======== Input ========

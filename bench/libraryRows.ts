/**
 * CPU time of what the library view does with an 80-cell library of about 2,000 transistors: read
 * the netlist into a design, then check every cell (the worker's library job). `npm run bench:library`.
 */
import { cpuUsage } from 'node:process';
import { importSpice } from '../src/core/netlist-io/spiceImport.ts';
import { designFromImport } from '../src/core/netlist-io/spiceDesign.ts';
import { DEFAULT_TECHNOLOGY } from '../src/core/model/technology.ts';
import { checkLibraryCell } from '../src/core/analysis/libraryCheck.ts';
import { tidewaterLibrary } from './generators/library.ts';

function cpuSeconds(run: () => void): number {
  const before = cpuUsage();
  run();
  const used = cpuUsage(before);
  return (used.user + used.system) / 1e6;
}

const text = tidewaterLibrary(80, 6);
let design = designFromImport(importSpice(text, 'tidewater.sp'), DEFAULT_TECHNOLOGY, 'tidewater');
const read = cpuSeconds(() => {
  design = designFromImport(importSpice(text, 'tidewater.sp'), DEFAULT_TECHNOLOGY, 'tidewater');
});
const transistors = design.cells.reduce((n, c) => n + c.netlist.devices.length, 0);
let failing = 0;
const check = cpuSeconds(() => {
  failing = design.cells
    .map((c) => checkLibraryCell(design, c.name))
    .filter((r) => r.status !== 'pass').length;
});
console.log(
  `library of ${design.cells.length} cells, ${transistors} transistors: read ${read.toFixed(3)} s CPU, every row checked ${check.toFixed(3)} s CPU (${failing} not passing)`,
);
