// Indexes read here are in range by construction, so `!` marks them (no run-time cost).
/**
 * What a toggle costs on screen, not only in the solver: the sheet is placed once (as the app does
 * for an imported netlist), then each toggle re-solves and works out what the overlay paints. Two
 * rows: the app's way (the previous paint updated where the vector changed it, and the areas to
 * draw again) and, for comparison, the whole paint read by name and filed by look as it once was.
 * React and Konva drawing come on top and are not measured here. Measured on CPU time, in batches
 * of one walk, since one toggle is below the CPU clock's useful resolution.
 */
import type { InputVector } from '../src/core/model/design.ts';
import type { Netlist } from '../src/core/model/netlist.ts';
import type { SolveResult } from '../src/core/solver/simulator.ts';
import { autoPlace } from '../src/core/sheet/autoPlace.ts';
import { sheetToNetlist } from '../src/core/sheet/toNetlist.ts';
import {
  overlayPaint,
  paintedDevices,
  paintedMarks,
  paintLayout,
  strokesByLook,
  type PaintLayout,
} from '../src/core/view/overlayPaint.ts';
import { changedAreas } from '../src/core/view/paintAreas.ts';
import { bindPaint, paintSolved, repaintSolved } from '../src/core/view/paintSolved.ts';
import { solvedView } from '../src/core/view/solvedView.ts';
import { prepare, timed, type CaseResult, type Prepared } from './measure.ts';
import { cpuSeconds, type Sample } from './timing.ts';

/** Runs `batch` (which does `count` toggles) until `budget` CPU seconds are spent; per-toggle CPU. */
function cpuPerToggle(batch: () => void, count: number, budget = 0.5): Sample {
  for (let i = 0; i < 3; i++) batch();
  const times: number[] = [];
  let total = 0;
  while (times.length < 5 || total < budget) {
    const start = cpuSeconds();
    batch();
    const t = cpuSeconds() - start;
    times.push(t / count);
    total += t;
  }
  times.sort((x, y) => x - y);
  return { runs: times.length * count, median: times[times.length >> 1]!, best: times[0]!, total };
}

interface Placed {
  readonly p: Prepared;
  readonly layout: PaintLayout;
}

function placed(netlist: Netlist): Placed {
  const sheet = autoPlace(netlist);
  const derived = sheetToNetlist(sheet, netlist.name);
  return { p: prepare(derived.netlist), layout: paintLayout(sheet, derived) };
}

/** Walks the toggles in batches: `paint` gets each new result and returns how much it drew. */
function walked(
  name: string,
  { p }: Placed,
  walk: readonly InputVector[],
  paint: (result: SolveResult) => number,
): CaseResult {
  let previous = p.simulator.solveFresh(walk[0]!);
  let painted = paint(previous);
  let i = 1;
  const batch = (): void => {
    for (let k = 0; k < walk.length; k++) {
      previous = p.simulator.solveNext(walk[i++ % walk.length]!, previous);
      painted += paint(previous);
    }
  };
  const sample = cpuPerToggle(batch, walk.length);
  if (painted === 0) throw new Error(`${name}: nothing was painted`);
  return timed(name, 'toggle', p, 1, sample);
}

/** Solve, then the previous paint updated where the vector changed it, and the areas to redraw. */
export function measureToggleWithPaint(
  name: string,
  netlist: Netlist,
  walk: readonly InputVector[],
): CaseResult {
  const sheet = placed(netlist);
  const binding = bindPaint(sheet.layout, sheet.p.compiled);
  let paint: ReturnType<typeof paintSolved> | null = null;
  return walked(name, sheet, walk, (result) => {
    if (paint === null) return (paint = paintSolved(binding, result)).nets.length;
    const step = repaintSolved(binding, paint, result);
    paint = step.paint;
    return changedAreas(sheet.layout, step).length + 1;
  });
}

/** Solve, then the whole paint read by name and every segment, mark and device listed by look. */
export function measureToggleWithFullPaint(
  name: string,
  netlist: Netlist,
  walk: readonly InputVector[],
): CaseResult {
  const sheet = placed(netlist);
  return walked(name, sheet, walk, (result) => {
    const view = solvedView(sheet.p.compiled, result);
    const paint = overlayPaint(sheet.layout, view.net, view.device);
    const { layout } = sheet;
    return (
      strokesByLook(layout, paint).size +
      paintedMarks(layout, paint).length +
      paintedDevices(layout, paint).length
    );
  });
}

========

* **Task statement**: Repeat the entries above exactly, from the first line through the line containing "const text = tidewaterLibrary(80, 6);".

* **Task result**:
filename bench/libraryRows.ts
/**
 * CPU time of what the library view does with an 80-cell library of about 2,000 transistors: read
 * the netlist into a design, then check every cell (the worker's library job). `npm run bench:library`.
 */
import { cpuUsage } from 'node:process';
import { importSpice } from '../src/core/netlist-io/spiceImport.ts';
import { designFromImport } from '../src/core/netlist-io/spiceDesign.ts';
import { DEFAULT_TECHNOLOGY } from '../src/core/model/technology.ts';
import { checkLibraryCell } from '../src/core/analysis/libraryCheck.ts';
import { tidewaterLibrary } from './generators/library.ts';

function cpuSeconds(run: () => void): number {
  const before = cpuUsage();
  run();
  const used = cpuUsage(before);
  return (used.user + used.system) / 1e6;
}

const text = tidewaterLibrary(80, 6);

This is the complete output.